2011A&A...535A.108C

Giant radio galaxy (GRG) lobes are excellent laboratories for studying the evolution of the particle and magnetic field energetics and the past activity of radiogalaxy jets, as indicated by recent results of X-ray observations with Suzaku. However, these results are based on assumptions of the shape and extension of the GRG lobe electron spectrum. We re-examine the energetics of GRG lobes as derived by inverse Compton scattering of cosmic microwave background (CMB) photons (ICS-CMB) by relativistic electrons in RG lobes to assess the realistic physical conditions of RG lobes, their energetics, and their radiation regime. We consider the steep-spectrum GRG DA 240 recently observed by Suzaku as a reference case and we also discuss other RG lobes observed with Chandra and XMM. We model the spectral energy distribution (SED) of the GRG DA 240 East lobe to obtain constraints on the shape and on the extension of the electron spectrum by using multi-frequency information from radio to gamma-rays.
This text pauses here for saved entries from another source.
// The wider figures of one supply: pack energy, run time, motor heat, electrical rpm and the
// hover point of a multirotor. Pure arithmetic on figures the evaluation already has.

import { STANDARD_GRAVITY } from './constants';
import type { MotorParams } from './motor';

/** Nominal voltage × capacity, Wh. */
export function packEnergyWh(nominalV: number, capacityMah: number): number {
  return (nominalV * capacityMah) / 1000;
}

/** Minutes a supply lasts at an average current, using a share of its capacity. */
export function runTimeMin(capacityMah: number, depthOfDischarge: number, averageA: number): number {
  return ((capacityMah / 1000) * depthOfDischarge * 60) / averageA;
}

/**
 * Heat a motor sheds at a current, W: copper loss I²·R plus the no-load loss I₀·V (M. Drela,
 * "First-Order DC Electric Motor Model", MIT 2007: input (V)(I) less shaft (V − IR)(I − I₀)
 * is I²R + I₀·(V − IR); taking I₀·V drops the small I₀·I·R, the high side).
 */
export function motorLossW(currentA: number, resistanceOhm: number, noLoadCurrentA: number, voltageV: number): number {
  return currentA * currentA * resistanceOhm + noLoadCurrentA * voltageV;
}

/** Electrical rpm: mechanical rpm × pole pairs (the controller switches once per pole pair per turn). */
export function electricalRpm(rpm: number, poles: number): number {
  return rpm * (poles / 2);
}

export interface HoverPoint {
  /** Share of the supply voltage the motors need, 0 to 1 (above 1: it cannot hover). */
  readonly throttle: number;
  /** Winding current of one motor. */
  readonly motorCurrentA: number;
  /** Current from the supply for all motors: motor current × throttle (a lossless controller passes power, not current). */
  readonly supplyCurrentA: number;
}

export interface HoverInput {
  readonly m: MotorParams;
  readonly motorCount: number;
  readonly allUpMassKg: number;
  readonly diameterM: number;
  readonly thrustCoefficient: number;
  readonly powerCoefficient: number;
  readonly densityKgM3: number;
  readonly gearRatio: number;
  readonly gearEfficiency: number;
  readonly supplyV: number;
}

/**
 * Each propeller holds up its share of the weight: n = √(T ÷ (C_T·ρ·D⁴)) and asks for the
 * torque C_P·ρ·n²·D⁵ ÷ 2π; the motor's current for that torque is Q·Kv + I₀ and its voltage
 * ω/Kv + I·R (the loop resistance, which takes the pack's drop at the whole motor current: the
 * high side of the throttle).
 */
export function hoverPoint(h: HoverInput): HoverPoint {
  const thrustEach = (h.allUpMassKg * STANDARD_GRAVITY) / h.motorCount;
  const revPerS = Math.sqrt(thrustEach / (h.thrustCoefficient * h.densityKgM3 * h.diameterM ** 4));
  const propTorque = (h.powerCoefficient * h.densityKgM3 * revPerS * revPerS * h.diameterM ** 5) / (2 * Math.PI);
  const motorTorque = propTorque / h.gearRatio / h.gearEfficiency;
  const motorCurrentA = motorTorque * h.m.kvRad + h.m.noLoadCurrentA;
  const omega = 2 * Math.PI * revPerS * h.gearRatio;
  const volts = omega / h.m.kvRad + motorCurrentA * h.m.resistanceOhm;
  const throttle = volts / h.supplyV;
  return { throttle, motorCurrentA, supplyCurrentA: h.motorCount * motorCurrentA * throttle };
}
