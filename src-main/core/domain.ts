// The domain records as the store keeps them and the rigbook-fleet file carries them.
// Units live in the field names (mAh, mm, V, A, W, kg) so that a record read from the store,
// a row of an import file and the input of the evaluation are the same shape; the physics
// converts to SI on the way in.

import type { BATTERY_FIELDS } from './catalogue/battery-fields';
import type { CUSTOMER_FIELDS } from './catalogue/customer-fields';
import type { BUILD_FIELDS, GEARING_FIELDS } from './catalogue/build-fields';
import type { CONTROLLER_FIELDS } from './catalogue/controller-fields';
import type { RecordOf } from './catalogue/field-spec';
import type { MOTOR_FIELDS } from './catalogue/motor-fields';
import type { PROPELLER_FIELDS } from './catalogue/propeller-fields';
import type { VEHICLE_FIELDS } from './catalogue/vehicle-fields';
import type { FigureKey, Figures } from './catalogue/figures';
import type { HealthProblem } from './pack-log';

export type { Figures };

export const CHEMISTRIES = ['lipo', 'lihv', 'lifepo4', 'liion', 'nimh'] as const;
export type Chemistry = (typeof CHEMISTRIES)[number];

export const VEHICLE_KINDS = ['car', 'truck', 'boat', 'multirotor', 'plane'] as const;
export type VehicleKind = (typeof VEHICLE_KINDS)[number];

/**
 * Worst first: the order a build's overall verdict is taken in. A check that cannot be made
 * is worse news than a known small margin, so incomplete ranks above tight.
 */
export const STATUSES = ['over', 'incomplete', 'tight', 'clear'] as const;
export type Status = (typeof STATUSES)[number];

export const ARRANGEMENTS = ['series', 'parallel'] as const;

/** Which wheels are driven: all of them, or one axle. */
export const DRIVE_LAYOUTS = ['4wd', '2wd'] as const;
export type DriveLayout = (typeof DRIVE_LAYOUTS)[number];

export const WATER_TYPES = ['fresh', 'sea'] as const;
export type WaterType = (typeof WATER_TYPES)[number];

/** What a car or truck runs on: it sets the typical rolling coefficient and grip. */
export const SURFACES = ['asphalt', 'carpet', 'dirt', 'grass'] as const;
export type Surface = (typeof SURFACES)[number];
export type Arrangement = (typeof ARRANGEMENTS)[number];

/** Fields every stored, editable record carries. */
export interface RecordMeta {
  id: string;
  /** Bumped on every write; an update naming an older version is refused as a conflict. */
  version: number;
  /** ISO time; null while the record is in use. Archived records stay for history. */
  archivedAt: string | null;
  notes: string;
}

// The records of each kind are their field catalogue's fields (core/catalogue/), so a field
// added there is a field of the record everywhere; read the catalogue for units and meanings.
export interface Battery extends RecordMeta, RecordOf<typeof BATTERY_FIELDS> {}

export interface Motor extends RecordMeta, RecordOf<typeof MOTOR_FIELDS> {}

export interface Controller extends RecordMeta, RecordOf<typeof CONTROLLER_FIELDS> {}

export interface Propeller extends RecordMeta, RecordOf<typeof PROPELLER_FIELDS> {}

export interface Vehicle extends RecordMeta, RecordOf<typeof VEHICLE_FIELDS> {}

/** A customer of the shop (core/catalogue/customer-fields.ts). */
export interface Customer extends RecordMeta, RecordOf<typeof CUSTOMER_FIELDS> {}

export interface Supply {
  id: string;
  arrangement: Arrangement;
  /** Packs in this supply, in order; one id for a single pack. */
  batteryIds: string[];
}

export type Gearing = RecordOf<typeof GEARING_FIELDS>;

export interface Build extends RecordMeta, RecordOf<typeof BUILD_FIELDS> {}

/**
 * A racing class or a shop's policy: a name and notes. Vehicles of the class and the class's
 * limits (ClassRule) name it by its name, so a file or a history entry written before classes
 * were records still reads the same.
 */
export interface VehicleClass extends RecordMeta {
  name: string;
}

/** A class or shop limit of the same shape as a built-in rule: a figure that must stay at or under a limit. */
export interface ClassRule extends RecordMeta {
  className: string;
  /** Rule id shown in findings, e.g. `class-voltage`; must not clash with built-in ids. */
  ruleId: string;
  /** Key of the figure the limit applies to (a key of Figures). */
  figure: string;
  limit: number;
  unit: string;
  /** The class's tight threshold; a build's own threshold wins, the largest of the class's rules applies. */
  tightThreshold?: number | null;
}

/** Everything the evaluation needs for one build, resolved from the store or a fleet file. */
export interface BuildContext {
  build: Build;
  vehicle: Vehicle | null;
  motor: Motor | null;
  controller: Controller | null;
  propeller: Propeller | null;
  /** Packs by id, for the supplies; a missing id makes that supply incomplete. */
  batteries: ReadonlyMap<string, Battery>;
  classRules: readonly ClassRule[];
  /** The threshold to use when neither build nor class sets one. */
  defaultTightThreshold: number;
  /** Health problems read from the packs' logs, by pack id (core/pack-log.ts); none where left out. */
  packHealth?: ReadonlyMap<string, readonly HealthProblem[]>;
}

export interface Finding {
  rule: string;
  status: Status;
  value: number | null;
  limit: number | null;
  unit: string;
  /** (limit − value) ÷ limit; null when incomplete. */
  margin: number | null;
  message: string;
  /** Inputs that were missing, for `incomplete`. */
  missing?: string[];
  /** Which current was used: the model's or the measured one. */
  source?: 'model' | 'measured';
  /** Unmeasured inputs the model took as zero (pack or controller resistance): reads currents on the high side. */
  assumed?: string[];
  /** The pack a per-pack rule (battery-continuous, battery-burst, pack-retired, pack-health) is about: the worst one. */
  batteryId?: string;
  /** Typical or estimated inputs the figure rests on (field paths), while the user has not confirmed them. */
  typical?: string[];
}

/** An input the user left empty and the engine took from a table or estimated. */
export interface ValueUsed {
  /** Field path: `vehicle.dragAreaM2`, `propeller.powerCoefficient`. */
  field: string;
  value: number;
  /** Typical for the kind, estimated from geometry, or a rule of thumb standing in for a rating (a limit, not an input). */
  basis: 'typical' | 'estimated' | 'rule-of-thumb';
  /** For an estimated value, how it was estimated. */
  method?: PropellerEstimateMethod;
}

/** How a propeller's empty coefficients are estimated: an air propeller's, or a boat's at the bollard point. */
export type PropellerEstimateMethod = 'air-blade-element' | 'water-b-series';

/** One pack's part of a supply's current, as judged. */
export interface PackShare {
  batteryId: string;
  name: string;
  /** Fraction of the supply current this pack is taken to carry (1 for packs in series). */
  share: number;
  /** True where the share is the pessimistic bound because a resistance is not measured. */
  bound: boolean;
  continuousA: number | null;
  peakA: number | null;
  continuousLimitA: number | null;
  burstLimitA: number | null;
}

export interface SupplyVerdict {
  supplyId: string;
  batteryIds: string[];
  status: Status;
  figures: Figures;
  findings: Finding[];
  /** Each pack's share of the current, in supply order. */
  packShares: PackShare[];
  /** What the model assumed where it had to (plain sentences, for the sheet). */
  assumptions: string[];
  /** Inputs taken as typical or estimated values (absent where none was). */
  valuesUsed?: ValueUsed[];
  /** Figures that rest on those values, marked so on the sheet (absent where none does). */
  markedFigures?: FigureKey[];
}

export interface BuildVerdict {
  buildId: string;
  status: Status;
  supplies: SupplyVerdict[];
}

export const DEFAULT_TIGHT_THRESHOLD = 0.15;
We use radio and X-ray data to constrain the shape and normalization of the electron spectrum and we then calculate the Sunyaev-Zel'dovich (SZ) effect expected in GRG lobes that is sensitive to the total electron energy density. We show that the electron energy density U_e derived form X-ray observations can yield only a rough lower limit to its actual value and that most of the estimates of U_e based on X-ray measurements have to be increased even by a large factor by considering realistic estimates of the lower electron momentum p₁. This moves RG lobes away from the equipartition condition toward a particle-dominated and Compton power dominance regime. We propose to use the distribution of RG lobes in the U_e/U_B vs. U_e/U_CMB plane as another divide divide between the different physical regimes of particle and field dominance and radiation mechanism dominance in RG lobes. We conclude that the SZ effect produced by ICS-CMB mechanism observable in RG lobes provides reliable estimate of p₁ and U_e and is the best tool to determine the total energy density of RG lobes and to assess their physical regime. This observational tool is available with the sensitive high-frequency radio and mm experiments.